**YOUR TASK:** Within these entries, which lines include the string "GibbsRegion"? Copy each one.

Stored data:
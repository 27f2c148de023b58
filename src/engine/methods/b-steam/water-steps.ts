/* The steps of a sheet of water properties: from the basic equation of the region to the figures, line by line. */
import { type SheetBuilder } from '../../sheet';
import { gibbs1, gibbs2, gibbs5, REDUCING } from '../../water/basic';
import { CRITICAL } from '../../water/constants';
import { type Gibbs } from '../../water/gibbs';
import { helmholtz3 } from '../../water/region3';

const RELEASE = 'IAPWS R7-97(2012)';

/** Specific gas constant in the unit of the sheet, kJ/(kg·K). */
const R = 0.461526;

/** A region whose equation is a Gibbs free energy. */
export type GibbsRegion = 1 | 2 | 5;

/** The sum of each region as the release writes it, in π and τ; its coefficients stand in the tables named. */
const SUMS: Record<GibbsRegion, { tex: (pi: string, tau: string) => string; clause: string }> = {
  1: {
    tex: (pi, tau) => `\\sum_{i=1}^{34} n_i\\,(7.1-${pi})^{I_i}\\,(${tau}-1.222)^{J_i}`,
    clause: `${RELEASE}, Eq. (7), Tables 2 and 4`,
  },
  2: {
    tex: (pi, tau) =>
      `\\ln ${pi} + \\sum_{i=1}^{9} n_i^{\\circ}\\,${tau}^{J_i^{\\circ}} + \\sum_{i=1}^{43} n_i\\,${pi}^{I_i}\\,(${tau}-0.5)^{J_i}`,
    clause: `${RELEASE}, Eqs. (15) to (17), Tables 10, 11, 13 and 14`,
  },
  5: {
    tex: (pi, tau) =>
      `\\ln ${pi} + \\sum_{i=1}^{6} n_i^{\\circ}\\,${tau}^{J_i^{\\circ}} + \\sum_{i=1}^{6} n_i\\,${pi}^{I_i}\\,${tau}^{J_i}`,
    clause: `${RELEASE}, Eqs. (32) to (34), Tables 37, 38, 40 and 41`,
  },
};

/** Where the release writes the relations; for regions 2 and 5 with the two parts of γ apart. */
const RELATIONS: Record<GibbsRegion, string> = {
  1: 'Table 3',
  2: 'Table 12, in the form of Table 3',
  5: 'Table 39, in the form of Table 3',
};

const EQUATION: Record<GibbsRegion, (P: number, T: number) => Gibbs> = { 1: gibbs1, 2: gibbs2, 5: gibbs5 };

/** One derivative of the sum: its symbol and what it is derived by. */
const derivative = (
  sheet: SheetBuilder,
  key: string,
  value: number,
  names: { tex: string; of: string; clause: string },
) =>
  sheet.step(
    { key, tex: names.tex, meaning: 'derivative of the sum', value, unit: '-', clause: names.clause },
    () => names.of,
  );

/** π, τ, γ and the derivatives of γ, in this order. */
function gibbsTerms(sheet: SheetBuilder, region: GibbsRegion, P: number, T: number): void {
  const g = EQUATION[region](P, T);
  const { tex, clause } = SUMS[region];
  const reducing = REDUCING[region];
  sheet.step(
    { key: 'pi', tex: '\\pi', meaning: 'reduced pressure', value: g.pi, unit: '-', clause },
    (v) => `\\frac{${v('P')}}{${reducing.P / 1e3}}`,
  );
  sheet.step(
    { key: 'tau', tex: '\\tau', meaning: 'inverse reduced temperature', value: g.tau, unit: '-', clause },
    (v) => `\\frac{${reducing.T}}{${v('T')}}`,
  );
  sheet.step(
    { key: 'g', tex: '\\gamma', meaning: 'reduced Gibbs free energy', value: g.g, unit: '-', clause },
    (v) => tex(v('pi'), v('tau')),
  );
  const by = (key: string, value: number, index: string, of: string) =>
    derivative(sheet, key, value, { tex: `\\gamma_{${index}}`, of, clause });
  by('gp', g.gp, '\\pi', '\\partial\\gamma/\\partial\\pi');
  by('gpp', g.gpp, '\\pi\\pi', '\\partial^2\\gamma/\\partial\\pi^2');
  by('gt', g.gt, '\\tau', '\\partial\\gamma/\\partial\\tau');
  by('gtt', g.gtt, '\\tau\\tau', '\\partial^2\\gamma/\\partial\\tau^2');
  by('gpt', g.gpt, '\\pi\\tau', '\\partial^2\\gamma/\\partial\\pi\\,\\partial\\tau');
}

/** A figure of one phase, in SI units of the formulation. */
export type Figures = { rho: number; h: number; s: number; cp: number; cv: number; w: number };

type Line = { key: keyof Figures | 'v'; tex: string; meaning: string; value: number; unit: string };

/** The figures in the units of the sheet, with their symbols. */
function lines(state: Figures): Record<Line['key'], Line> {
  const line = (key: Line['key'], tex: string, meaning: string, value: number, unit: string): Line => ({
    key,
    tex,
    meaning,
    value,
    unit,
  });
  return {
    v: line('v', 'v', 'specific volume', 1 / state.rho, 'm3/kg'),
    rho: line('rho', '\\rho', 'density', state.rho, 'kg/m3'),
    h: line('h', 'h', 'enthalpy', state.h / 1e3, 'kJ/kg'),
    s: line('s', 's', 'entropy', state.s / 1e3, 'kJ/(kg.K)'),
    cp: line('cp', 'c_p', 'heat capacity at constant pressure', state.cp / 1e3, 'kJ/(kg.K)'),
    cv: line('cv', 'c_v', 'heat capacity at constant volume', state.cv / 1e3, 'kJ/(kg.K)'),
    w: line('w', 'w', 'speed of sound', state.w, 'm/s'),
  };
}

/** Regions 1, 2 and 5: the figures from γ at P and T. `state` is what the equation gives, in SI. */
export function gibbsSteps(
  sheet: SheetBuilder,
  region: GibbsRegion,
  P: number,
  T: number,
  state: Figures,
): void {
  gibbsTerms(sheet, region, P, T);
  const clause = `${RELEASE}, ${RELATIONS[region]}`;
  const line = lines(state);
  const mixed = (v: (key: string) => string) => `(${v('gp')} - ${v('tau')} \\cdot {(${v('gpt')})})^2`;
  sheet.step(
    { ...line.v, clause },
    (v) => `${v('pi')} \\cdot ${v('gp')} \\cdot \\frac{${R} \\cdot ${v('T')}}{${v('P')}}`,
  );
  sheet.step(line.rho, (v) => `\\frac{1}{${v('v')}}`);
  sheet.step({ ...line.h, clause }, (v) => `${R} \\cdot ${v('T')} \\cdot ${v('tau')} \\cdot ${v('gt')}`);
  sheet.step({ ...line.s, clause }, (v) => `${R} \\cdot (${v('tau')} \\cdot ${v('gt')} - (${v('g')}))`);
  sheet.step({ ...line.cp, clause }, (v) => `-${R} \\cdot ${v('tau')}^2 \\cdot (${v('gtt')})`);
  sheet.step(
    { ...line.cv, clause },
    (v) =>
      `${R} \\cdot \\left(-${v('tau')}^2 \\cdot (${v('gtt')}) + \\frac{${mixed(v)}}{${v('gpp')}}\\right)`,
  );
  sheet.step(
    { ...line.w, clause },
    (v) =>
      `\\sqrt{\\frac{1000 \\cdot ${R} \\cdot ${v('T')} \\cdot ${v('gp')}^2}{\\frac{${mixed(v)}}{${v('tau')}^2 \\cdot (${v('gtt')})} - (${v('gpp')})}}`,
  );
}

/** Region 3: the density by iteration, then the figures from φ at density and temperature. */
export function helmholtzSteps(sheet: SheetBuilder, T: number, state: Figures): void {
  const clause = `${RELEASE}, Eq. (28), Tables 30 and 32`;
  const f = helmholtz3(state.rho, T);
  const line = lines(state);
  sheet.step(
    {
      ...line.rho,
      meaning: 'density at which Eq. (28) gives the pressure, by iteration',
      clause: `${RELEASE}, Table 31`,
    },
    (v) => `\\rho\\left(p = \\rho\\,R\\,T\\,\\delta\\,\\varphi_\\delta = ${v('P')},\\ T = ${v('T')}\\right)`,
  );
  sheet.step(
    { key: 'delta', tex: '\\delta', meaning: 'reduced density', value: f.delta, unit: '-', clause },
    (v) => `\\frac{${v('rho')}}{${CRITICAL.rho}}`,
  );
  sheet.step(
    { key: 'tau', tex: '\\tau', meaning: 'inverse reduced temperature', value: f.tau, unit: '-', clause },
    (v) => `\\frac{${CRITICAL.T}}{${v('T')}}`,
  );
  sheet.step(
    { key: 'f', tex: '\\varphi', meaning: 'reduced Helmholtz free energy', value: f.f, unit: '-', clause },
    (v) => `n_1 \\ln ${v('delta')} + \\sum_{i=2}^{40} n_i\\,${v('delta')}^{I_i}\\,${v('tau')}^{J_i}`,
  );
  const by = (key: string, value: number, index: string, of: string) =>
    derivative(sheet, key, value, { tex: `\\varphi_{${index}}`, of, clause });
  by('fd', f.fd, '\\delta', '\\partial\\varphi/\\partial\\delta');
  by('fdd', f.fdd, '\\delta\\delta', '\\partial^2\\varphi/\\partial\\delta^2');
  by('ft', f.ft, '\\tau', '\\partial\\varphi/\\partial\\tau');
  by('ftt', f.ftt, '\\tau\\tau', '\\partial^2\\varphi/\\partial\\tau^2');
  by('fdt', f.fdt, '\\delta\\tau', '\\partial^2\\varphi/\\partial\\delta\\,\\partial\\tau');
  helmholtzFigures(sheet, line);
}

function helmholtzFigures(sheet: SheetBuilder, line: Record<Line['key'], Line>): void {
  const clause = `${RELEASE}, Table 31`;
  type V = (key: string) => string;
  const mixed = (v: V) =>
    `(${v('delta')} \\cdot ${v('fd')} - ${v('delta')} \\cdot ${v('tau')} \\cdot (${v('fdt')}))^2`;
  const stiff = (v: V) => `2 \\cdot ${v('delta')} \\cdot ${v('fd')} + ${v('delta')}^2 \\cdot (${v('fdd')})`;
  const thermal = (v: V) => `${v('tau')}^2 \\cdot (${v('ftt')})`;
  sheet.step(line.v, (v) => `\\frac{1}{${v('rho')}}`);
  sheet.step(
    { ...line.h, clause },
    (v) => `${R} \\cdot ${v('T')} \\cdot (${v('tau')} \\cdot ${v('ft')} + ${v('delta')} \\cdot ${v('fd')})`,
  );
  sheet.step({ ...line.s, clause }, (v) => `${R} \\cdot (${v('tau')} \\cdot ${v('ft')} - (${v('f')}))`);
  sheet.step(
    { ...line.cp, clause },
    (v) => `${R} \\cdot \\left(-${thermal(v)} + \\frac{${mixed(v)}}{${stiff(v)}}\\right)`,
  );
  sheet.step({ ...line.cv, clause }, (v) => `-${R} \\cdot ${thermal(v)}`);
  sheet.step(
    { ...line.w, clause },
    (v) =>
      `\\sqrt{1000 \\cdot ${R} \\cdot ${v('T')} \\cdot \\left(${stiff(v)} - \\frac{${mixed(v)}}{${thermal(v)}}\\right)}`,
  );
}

**WRITTEN ANSWER:**
export type GibbsRegion = 1 | 2 | 5;
const SUMS: Record<GibbsRegion, { tex: (pi: string, tau: string) => string; clause: string }> = {
const RELATIONS: Record<GibbsRegion, string> = {
const EQUATION: Record<GibbsRegion, (P: number, T: number) => Gibbs> = { 1: gibbs1, 2: gibbs2, 5: gibbs5 };
function gibbsTerms(sheet: SheetBuilder, region: GibbsRegion, P: number, T: number): void {
  region: GibbsRegion,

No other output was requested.